I found that some members like quartz but some would only go for automatic, is there a specific reason behind the preference?

I understand that quartz is probably more accurate when it comes to time keeping but is there any real difference between these two apart from the abovementioned?

One of the reason I am asking is because I am in the process of getting a PRS18 but I dont know which to go for, 18Q or 18A...?


----------



## Guest (May 31, 2008)

I think it comes down to personal preference, some guys think quartz watches have no soul so they stick to the Mechanical types.

Some (ie me) don't give a damm as to whats inside the case, but If I was going to spend mega bucks on a watch I think I'd go down the mechanical route.


----------



## PaulBoy (Dec 2, 2007)

catflem said:


> I think it comes down to personal preference, some guys think quartz watches have no soul so they stick to the Mechanical types.
> 
> Some (ie me) don't give a damm as to whats inside the case, but If I was going to spend mega bucks on a watch I think I'd go down the mechanical route.

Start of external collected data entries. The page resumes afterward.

//! `ebbwise-demo-gen`: writes the bundled demo survey of the invented "Vellmar Water" estuary.
//!
//! ```text
//! cargo run --release --bin ebbwise-demo-gen -- zoning-demo
//! ```
//!
//! writes gauge records, a tidal zoning, two launches' soundings, the truth behind them and an
//! annotated project file into the given folder. All randomness comes from one fixed ChaCha8 seed
//! (one stream per output), so every run writes the same bytes. The binary uses no code from the
//! ebbwise library: the demo data are an independent check of it.
//!
//! Frame: the estuary is a straight-axis funnel in UTM zone 24S (EPSG:32724). A position is
//! `(along_m, across_m)`: metres along the axis from the mouth, and metres across it (positive to
//! the left looking up-estuary). `xi = along_m / LENGTH_M` runs from 0 at the mouth to 1 at the
//! head. Heights are positive up, depths positive down, times UTC.

#![forbid(unsafe_code)]

use std::f64::consts::TAU;
use std::fmt::Write as _;

use anyhow::{Context, Result};
use chrono::{SecondsFormat, TimeZone, Utc};
use geo::{Contains, Coord, LineString, Point, Polygon};
use proj::Proj;
use rand::SeedableRng;
use rand_chacha::ChaCha8Rng;
use rand_distr::{Distribution, Normal};
use serde_json::{json, Value};

const SEED: u64 = 20_260_614;
const SURVEY_DAY: &str = "2026-06-14";
const UTM_CRS: &str = "EPSG:32724";
/// Mouth centre (axis at xi = 0), UTM 24S metres.
const MOUTH_E_M: f64 = 719_850.0;
const MOUTH_N_M: f64 = 4_727_120.0;
/// Direction of the axis from mouth to head, degrees clockwise from grid north.
const AXIS_AZIMUTH_DEG: f64 = 38.0;
const LENGTH_M: f64 = 20_000.0;

const M2_DEG_PER_H: f64 = 28.984_104_2;
const S2_DEG_PER_H: f64 = 30.0;
const M4_DEG_PER_H: f64 = 57.968_208_5;
/// (name, speed °/h, amplitude at mouth m, amplitude at head m, phase at mouth °), phases
/// relative to 2026-06-14T00:00Z.
const CONSTITUENTS: [(&str, f64, f64, f64, f64); 3] = [
    ("M2", M2_DEG_PER_H, 1.20, 1.62, 318.0),
    ("S2", S2_DEG_PER_H, 0.40, 0.54, 300.0),
    ("M4", M4_DEG_PER_H, 0.00, 0.06, 190.0),
];
const MEAN_LEVEL_MOUTH_M: f64 = 2.60;
const MEAN_LEVEL_RISE_M: f64 = 0.15;
const LAG_HEAD_MIN: f64 = 45.0;
const LAG_ACROSS_MIN_PER_KM: f64 = 1.0;
const SURGE_AMPLITUDE_M: f64 = 0.06;
const SURGE_PERIOD_H: f64 = 30.0;
const SURGE_ZERO_H: f64 = -4.0;

const SOUNDING_NOISE_SD_M: f64 = 0.05;
const GAUGE_NOISE_SD_M: f64 = 0.01;
const MIN_LOGGED_DEPTH_M: f64 = 0.30;
const SPEED_M_S: f64 = 3.0;
const PING_MS: i64 = 500;
/// Lines stop this far short of the shore.
const SHORE_MARGIN_M: f64 = 15.0;
/// The one overshooting line runs this far past the shore.
const OVERSHOOT_M: f64 = 100.0;
/// Seabed at the shore line (negative: dries), and its rise beyond, m per m.
const SHORE_DEPTH_M: f64 = -1.2;
const BEYOND_SHORE_SLOPE: f64 = 0.006;

/// Zone boundaries in xi, mouth to head.
const ZONE_EDGES_XI: [f64; 8] = [0.0, 0.14, 0.28, 0.42, 0.56, 0.70, 0.85, 1.0];

/// A tide gauge of the scenario.
struct GaugeSite {
    id: &'static str,
    name: &'static str,
    xi: f64,
    /// Across-axis position as a fraction of the half-width on its side (+ left).
    across_frac: f64,
    zero_above_datum_m: f64,
    step_min: i64,
}

const GAUGES: [GaugeSite; 3] = [
    GaugeSite {
        id: "orlick",
        name: "Orlick Point",
        xi: 0.06,
        across_frac: 0.85,
        zero_above_datum_m: -0.85,
        step_min: 6,
    },
    GaugeSite {
        id: "pendrath",
        name: "Pendrath Quay",
        xi: 0.49,
        across_frac: -0.85,
        zero_above_datum_m: -1.20,
        step_min: 1,
    },
    GaugeSite {
        id: "skellan",
        name: "Skellan Head",
        xi: 0.93,
        across_frac: 0.80,
        zero_above_datum_m: 0.35,
        step_min: 6,
    },
];
const PENDRATH: usize = 1;
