#[cfg(test)]
mod tests {
    use super::*;
    use crate::compute::extrema::{tabulate, ExtremaSettings};

    /// Pure M2 of amplitude H about Z0: MHW − MLW = 2H, MSL = MTL = DTL = Z0, MHHW = MHW
    /// (analytic: every crest is Z0 + H, every trough Z0 − H, the mean over a lunar day is Z0).
    #[test]
    fn pure_m2_datums_are_analytic() {
        let w = 28.984_104_2_f64.to_radians() / 3600.0;
        let (z0, h) = (2.1, 0.9);
        let t: Vec<f64> = (0..12 * 240).map(|i| 1.78e9 + 360.0 * i as f64).collect();
        let y: Vec<f64> = t.iter().map(|&x| z0 + h * (w * x + 0.3).cos()).collect();
        let tab = tabulate(&t, &y, &ExtremaSettings::default()).unwrap();
        let d = datums(&tab).unwrap();
        assert!((d.mn.value_m - 2.0 * h).abs() < 2e-4, "{:?}", d.mn);
        assert!((d.gt.value_m - 2.0 * h).abs() < 2e-4, "{:?}", d.gt);
        for (name, x) in [("MSL", d.msl), ("MTL", d.mtl), ("DTL", d.dtl)] {
            assert!((x.value_m - z0).abs() < 1e-4, "{name} {x:?}");
        }
        assert!((d.mhhw.value_m - d.mhw.value_m).abs() < 2e-4);
        // The day series are constant: nothing to be uncertain of (to the discretisation).
        assert!(
            d.mn.u_m < 1e-4 && d.msl.u_m < 1e-4,
            "{:?} {:?}",
            d.mn,
            d.msl
        );
        assert!(d.complete_days >= 10 && d.incomplete_days >= 1);
    }

    /// The model's limits: a day series that is a sinusoid of a tidal modulation period (the
    /// spring–neap 14.77 d over 60 days; the tropical month 27.32 d over only 20 days) is fitted
    /// as all slow at that period, and its stated u is the RMS error of such a window's mean
    /// over random phases, √V·|sinc(πL/P)| averaged over phases and window lengths, to 35 %;
    /// white scatter is all white, u = σ/√n within sampling error; G → 1 for a short window and
    /// → P²/(2π²L²) for a long one (analytic).
    #[test]
    fn model_limits() {
        use rand::{Rng, SeedableRng};
        use rand_distr::{Distribution, Normal};
        let t_days = TIDAL_DAY_S / 86_400.0;
        assert!((window_share(0.0, 14.0) - 1.0).abs() < 1e-12);
        let l = 300.0;
        let asym = SPRING_NEAP_DAYS.powi(2) / (2.0 * (std::f64::consts::PI * l).powi(2));
        assert!((window_share(l, SPRING_NEAP_DAYS) / asym - 1.0).abs() < 1e-3);
        let mut rng = rand_chacha::ChaCha8Rng::seed_from_u64(3);
        for (period, days) in [(SPRING_NEAP_DAYS, 58usize), (MONTH_DAYS, 19)] {
            let (mut sq_err, mut sq_u) = (0.0, 0.0);
            for trial in 0..200 {
                let ph: f64 = rng.gen_range(0.0..std::f64::consts::TAU);
                let n = days + trial % 5;
                let s: Vec<(usize, f64)> = (0..n)
                    .map(|i| {
                        let t = i as f64 * t_days;
                        (i, 0.1 * (std::f64::consts::TAU * t / period + ph).cos())
                    })
                    .collect();
                let length = n as f64 * t_days;
                if trial == 0 {
                    let f = fit_slow_parts(&day_autocorrelations(&s), length);
                    println!("{period} d over {days} days: fitted {f:?}");
                    let right = if period < 20.0 { f.fortnight } else { f.month };
                    assert!(right > 0.7 && f.fortnight + f.month > 0.95, "{f:?}");
                }
                let m = s.iter().map(|x| x.1).sum::<f64>() / n as f64;
                sq_err += m * m;
                sq_u += u_of_day_mean(&s, length).powi(2);
            }
            let ratio = (sq_u / sq_err).sqrt();
            println!("{period} d over {days} days: u/RMS error {ratio:.3}");
            assert!(
                (ratio - 1.0).abs() < 0.35,
                "{period} d over {days} days: u/RMS {ratio}"
            );
        }
        // White scatter of σ over n days: u = σ/√n within sampling error.
        let nd = Normal::new(0.0, 0.1).unwrap();
        let s: Vec<(usize, f64)> = (0..400).map(|i| (i, nd.sample(&mut rng))).collect();
        let u = u_of_day_mean(&s, 400.0 * t_days);
        assert!((u / (0.1 / 20.0) - 1.0).abs() < 0.15, "{u}");
    }

    /// The first-order u of LAT and HAT against a Monte Carlo: 80 draws of M2 1.0, S2 0.33,
    /// K1 0.30, O1 0.22 m with u(H) = 1 cm (2 cm for K1), u(G) = 2° (3° for O1) and u(Z0) = 5 mm,
    /// each through `lat_hat` over 18.61 years at 10 minutes; the standard deviation of the
    /// drawn LATs (HATs) is the stated u within 25 % (the sampling error of a standard deviation
    /// of 80 draws is 8 %; the rest allows for the minimum switching between near-equal spring
    /// tides, which the linearisation does not see).
    #[test]
    fn lat_u_against_monte_carlo() {
        use crate::compute::astro::constituent;
        use rand::SeedableRng;
        use rand_distr::{Distribution, Normal};
        let c = |n: &str| constituent(n).unwrap();
        let k = HarmonicConstants {
            z0_m: 2.0,
            constituents: vec![
                (c("M2"), 1.0, 40.0),
                (c("S2"), 0.33, 75.0),
                (c("K1"), 0.30, 200.0),
                (c("O1"), 0.22, 190.0),
            ],
        };
        let u = ConstantUncertainties {
            u_z0_m: 0.005,
            u_amplitude_m: vec![0.01, 0.01, 0.02, 0.01],
            u_phase_deg: vec![2.0, 2.0, 2.0, 3.0],
        };
        let t0 = 1_767_225_600.0;
        let d = harmonic_datums(&k, &u, t0, 18.61, 600.0).unwrap();
        let mut rng = rand_chacha::ChaCha8Rng::seed_from_u64(61);
        let std = Normal::new(0.0, 1.0).unwrap();
        let (mut lats, mut hats) = (Vec::new(), Vec::new());
        for _ in 0..80 {
            let kk = HarmonicConstants {
                z0_m: k.z0_m + u.u_z0_m * std.sample(&mut rng),
                constituents: k
                    .constituents
                    .iter()
                    .enumerate()
                    .map(|(i, (c, h, g))| {
                        (
                            *c,
                            h + u.u_amplitude_m[i] * std.sample(&mut rng),
                            g + u.u_phase_deg[i] * std.sample(&mut rng),
                        )
                    })
                    .collect(),
            };
            let r = lat_hat(&kk, t0, 18.61, 600.0).unwrap();
            lats.push(r.lat_m);
            hats.push(r.hat_m);
        }
        let sd = |v: &[f64]| {
            let m = v.iter().sum::<f64>() / v.len() as f64;
            (v.iter().map(|x| (x - m).powi(2)).sum::<f64>() / (v.len() - 1) as f64).sqrt()
        };
        let (sl, sh) = (sd(&lats), sd(&hats));
        println!(
            "LAT {:.4} u {:.4} (Monte Carlo {sl:.4}); HAT {:.4} u {:.4} (Monte Carlo {sh:.4})",
            d.lat.value_m, d.lat.u_m, d.hat.value_m, d.hat.u_m
        );
        assert!((sl / d.lat.u_m - 1.0).abs() < 0.25, "{sl} vs {:?}", d.lat);
        assert!((sh / d.hat.u_m - 1.0).abs() < 0.25, "{sh} vs {:?}", d.hat);
        // The first-order u exceeds u(Z0) alone: the amplitudes' part counts.
        assert!(d.lat.u_m > 0.01 && d.z0.u_m == 0.005);
    }
}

I agree with catflem about the soul & if lashing out I'd also prefer an auto - I also prefer the sweep of the second hand on an auto rather than the jerky

movement of a quartz second hand - I only have one quartz and bought it specifically so I could always have one watch that didn't need to be wound

up or adjusted before wearing it - LBM I call it "Lazy ******* Mode!" ... Paul


----------



## Guest (May 31, 2008)

PaulBoy said:


> catflem said:
> 
> 
> > I think it comes down to personal preference, some guys think quartz watches have no soul so they stick to the Mechanical types.
> ...


I know what you mean about the LBM.

When I buy a manual watch I try to avoid anything that doesn't have a quick set date, if you haven't worn them for a while setting the date can be a pain if you have to go the long way round. But with my limited budget if I like the look of the watch and its at the right price then to hell with the minor issues.


----------



## hikingcamping (Apr 27, 2008)

Mechanical it is! :yes: thanks guys.


----------